* _Task item_
Counting the line with "const KEPT = 3;" as the last one, copy out the lines of the data exactly from the first onward.
---
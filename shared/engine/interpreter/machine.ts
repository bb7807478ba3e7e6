import { codeName } from '../blocks/code-groups';
import type { Block } from '../blocks/block';
import type { Tool } from '../shop/setup';
import { columnsOf } from './columns';
import type { HeldTool, MachineState, Place, Plane, SettableState, Turning, Words } from './events';

/** Settable states in the order in which their places are kept. */
const SETTABLE: readonly SettableState[] = [
  'units',
  'plane',
  'distance',
  'feedMode',
  'path',
  'motionMode',
  'compensation',
  'workOffset',
  'localShift',
  'lengthOffset',
  'spindle',
  'speed',
  'feed',
  'selectedTool',
  'coolant',
  'return',
];
const KEPT = 3;
export const SETTING = Object.fromEntries(SETTABLE.map((name, index) => [name, index])) as Readonly<
  Record<SettableState, number>
>;

export class Held implements HeldTool {
  known = false;
  number: number | null = null;
  tool: Tool | undefined = undefined;
}

export const PLANES: readonly Plane[] = ['xy', 'zx', 'yz'];
export const NO_MOTION = 800;

/**
 * The machine as the interpreter knows it. Positions are machine millimetres of the gauge point. Every
 * figure starts as a fraction so that the engine's host keeps it as a double from the first block on.
 */
export class Machine implements MachineState {
  line = 1;
  /** The place within a text of the setup that is read now; `line` is then the block that called it. */
  within: { readonly text: string; readonly line: number } | undefined = undefined;
  unit = 0.5;
  planeIndex = 0;
  isAbsolute = true;
  isArcCentreAbsolute = false;
  feedMode: MachineState['feedMode'] = 'per-minute';
  path = 'G64';
  returnTo: 'G98' | 'G99' = 'G98';
  motionCode = NO_MOTION;
  compensation: MachineState['compensation'] = 'off';
  /** Whether the next XY move is not simply the one programmed: the cutter runs beside the path, or comes back to it. */
  isOffset = false;
  workOffset = 'G54';
  originX: number | undefined = undefined;
  originY: number | undefined = undefined;
  originZ: number | undefined = undefined;
  shiftX = 0.5;
  shiftY = 0.5;
  shiftZ = 0.5;
  /** Machine position of program zero: origin and shift, and on Z the length offset. */
  baseX = 0.5;
  baseY = 0.5;
  baseZ = 0.5;
  baseA = 0.5;
  /** Bits (1 X, 2 Y, 4 Z) of axes whose active origin has no value. */
  unsetAxes = 0;
  selectedTool: number | null = null;
  readonly held = new Held();
  changed = false;
  lengthOffset = 0.5;
  lengthFrom: number | null = null;
  lengthAppliedFor: number | null = null;
  turning: Turning = 'off';
  speed = 0.5;
  feed = 0.5;
  readonly coolant = { mist: false, flood: false };
  x = 0.5;
  y = 0.5;
  z = 0.5;
  a = 0.5;
  private readonly settings = new Int32Array(SETTABLE.length * KEPT);

  constructor(private readonly block: Block) {}

  get units(): 'mm' | 'inch' {
    return this.unit === 1 ? 'mm' : 'inch';
  }
  get plane(): Plane {
    return PLANES[this.planeIndex]!;
  }
  get distance(): 'absolute' | 'incremental' {
    return this.isAbsolute ? 'absolute' : 'incremental';
  }
  get motionMode(): string {
    return codeName('G', this.motionCode);
  }

  /** Notes that the word (its index) of the block now read set this state. */
  noteSet(setting: number, word: number): void {
    const { words } = this.block;
    const { settings } = this;
    const at = setting * KEPT;
    settings[at] = this.line;
    if (word < 0 || this.within) {
      settings[at + 1] = 0;
      return;
    }
    settings[at + 1] = words.starts[word]! - words.start + 1;
    settings[at + 2] = words.ends[word]! - words.start + 1;
    if (words.hasWide) this.noteWide(at, word);
  }

  /** As noteSet, for bytes of a line that is not in the block: first and one past the last, counted from its start. */
  noteSetAt(setting: number, line: number, from: number, to: number): void {
    const at = setting * KEPT;
    this.settings[at] = line;
    this.settings[at + 1] = from + 1;
    this.settings[at + 2] = to + 1;
  }

  private noteWide(at: number, word: number): void {
    const { words } = this.block;
    const [from, to] = columnsOf(words, words.starts[word]!, words.ends[word]!);
    this.settings[at + 1] = from;
    this.settings[at + 2] = to;
  }

  /** Whether any word has set this state yet. */
  isSet(setting: number): boolean {
    return this.settings[setting * KEPT] !== 0;
  }

  setAt(what: SettableState): Place | undefined {
    const at = SETTING[what] * KEPT;
    const line = this.settings[at]!;
    if (line === 0) return undefined;
    const from = this.settings[at + 1]!;
    return from === 0 ? { line } : { line, columns: [from, this.settings[at + 2]!] };
  }

  place(words?: Words): Place {
    const range = this.rangeOf(words);
    const { line, within } = this;
    const columns = range && columnsOf(this.block.words, range[0], range[1]);
    if (within) return { line, within: columns ? { ...within, columns } : within };
    return columns ? { line, columns } : { line };
  }

  private rangeOf(asked: Words | undefined): readonly [number, number] | undefined {
    const { words } = this.block;
    if (asked?.bytes) return [words.start + asked.bytes[0], words.start + asked.bytes[1]];
    if (asked?.letters === 'none') return undefined;
    let from = -1;
    let to = -1;
    const isWhole = !asked || asked.letters === 'block' || (!asked.letters && !asked.code);
    for (let word = 0; word < words.count; word++) {
      if (!isWhole && !matches(asked, words.letters[word]!, words.values[word]!)) continue;
      if (from < 0) from = words.starts[word]!;
      to = words.ends[word]!;
    }
    if (from >= 0) return [from, to];
    return isWhole ? undefined : this.rangeOf(undefined);
  }
}

function matches(asked: Words, letter: number, value: number): boolean {
  const name = String.fromCharCode(65 + letter);
  if (asked.code !== undefined) {
    if (
      asked.code[0] !== name ||
      codeName(name as 'G' | 'M', Math.round(value * 10)) !== asked.code
    )
      return asked.letters?.includes(name) ?? false;
    return true;
  }
  return asked.letters?.includes(name) ?? false;
}
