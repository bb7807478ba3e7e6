import { test } from 'vitest';
import { checkRule } from '../testing/check-rule';
import { changeWithoutTool } from './change-without-tool';

test('flags M6 before any T', () => {
  checkRule(
    changeWithoutTool,
    {},
    `
M6
^^ change-without-tool: M6 changes the tool, but the program has not chosen one.
M30
`,
  );
});

test('allows T on an earlier line, and M6 again with the same choice', () => {
  checkRule(
    changeWithoutTool,
    {},
    `
T1
M6
T2 M6
M6
M30
`,
  );
});
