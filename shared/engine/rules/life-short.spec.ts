import { test } from 'vitest';
import { checkRule } from '../testing/check-rule';
import { changedTools } from '../testing/test-shop';
import { lifeShort } from './life-short';

test('flags the block in which the life of a tool ends', () => {
  checkRule(
    lifeShort,
    { tools: changedTools({ 1: { life: 600, used: 540 } }) },
    `
G21 G90 G54
T1 M6
S18000 M3
G0 X0
G1 X100 F120
X0
^^ life-short (hold, unattended stop): T1 (10 mm end mill) needs 1.7 min of cutting here, but only 1 min of its life is left.
M30
`,
  );
});

test('notes a life within the margin and stops only unattended runs', () => {
  checkRule(
    lifeShort,
    { tools: changedTools({ 1: { life: 1000, used: 880 } }) },
    `
G21 G90 G54
T1 M6
S18000 M3
G0 X0
G1 X100 F120
   ^^^^ life-short (note, unattended stop): T1 (10 mm end mill) will have 1.2 min of its life left after this program, less than the margin of 1.7 min kept for unattended runs.
M30
`,
  );
});

test('allows time to spare, rapids, a still spindle and tools without a life', () => {
  checkRule(
    lifeShort,
    { tools: changedTools({ 1: { life: 600, used: 400 } }) },
    `
G21 G90 G54
T1 M6
G1 X100 F10
S18000 M3
G0 X0
G1 X100 F120
T2 M6
M3
G1 X0 F1
M30
`,
  );
});
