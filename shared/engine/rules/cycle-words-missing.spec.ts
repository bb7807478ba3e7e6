import { test } from 'vitest';
import { checkRule } from '../testing/check-rule';
import { cycleWordsMissing } from './cycle-words-missing';

test('flags a cycle without R, and one without its depth and its peck', () => {
  checkRule(
    cycleWordsMissing,
    {},
    `
G21 G90 G54 G17
G0 Z10
G81 X10 Y10 Z-5 F500
^^^ cycle-words-missing: G81 starts without its R word.
G80
G83 X20 R2
^^^ cycle-words-missing: G83 starts without its words Z and Q.
G80
M30
`,
  );
});

test('allows words kept from the first block, and a cycle started again with all of them', () => {
  checkRule(
    cycleWordsMissing,
    {},
    `
G21 G90 G54 G17
G0 Z10
G99 G81 X10 Y10 Z-5 R2 F500
X20
Y20 Z-6
G98 X30
G80
G83 X10 Y10 Z-5 R2 Q1
G80
M30
`,
  );
});
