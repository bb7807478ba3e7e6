import type { Observer, Problem } from '../interpreter/events';
import type { FindingData } from '../report/report';
import type { Reporter } from './rule';

/**
 * For a rule whose fault the reading stages or the interpreter see themselves: takes the facts over as
 * the finding's figures. `causeOf` tells one episode from another; by default what is written.
 */
export function reportProblem(
  report: Reporter,
  problem: Problem,
  causeOf: (facts: FindingData) => string = defaultCause,
): Observer {
  return {
    problem(event, state) {
      if (event.problem !== problem) return;
      const data = { ...event.facts };
      const by = data['by'];
      report.found(
        { cause: causeOf(data), by: typeof by === 'number' ? by : 0, at: event.place, data },
        state,
      );
    },
  };
}

function defaultCause(facts: FindingData): string {
  return `${String(facts['reason'] ?? '')} ${String(facts['what'] ?? facts['code'] ?? '')}`;
}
---
* _Final answer_
filename shared/engine/interpreter/machine.ts
repository bb7807478ba3e7e6
import { codeName } from '../blocks/code-groups';
import type { Block } from '../blocks/block';
import type { Tool } from '../shop/setup';
import { columnsOf } from './columns';
import type { HeldTool, MachineState, Place, Plane, SettableState, Turning, Words } from './events';

/** Settable states in the order in which their places are kept. */
const SETTABLE: readonly SettableState[] = [
  'units',
  'plane',
  'distance',
  'feedMode',
  'path',
  'motionMode',
  'compensation',
  'workOffset',
  'localShift',
  'lengthOffset',
  'spindle',
  'speed',
  'feed',
  'selectedTool',
  'coolant',
  'return',
];
const KEPT = 3;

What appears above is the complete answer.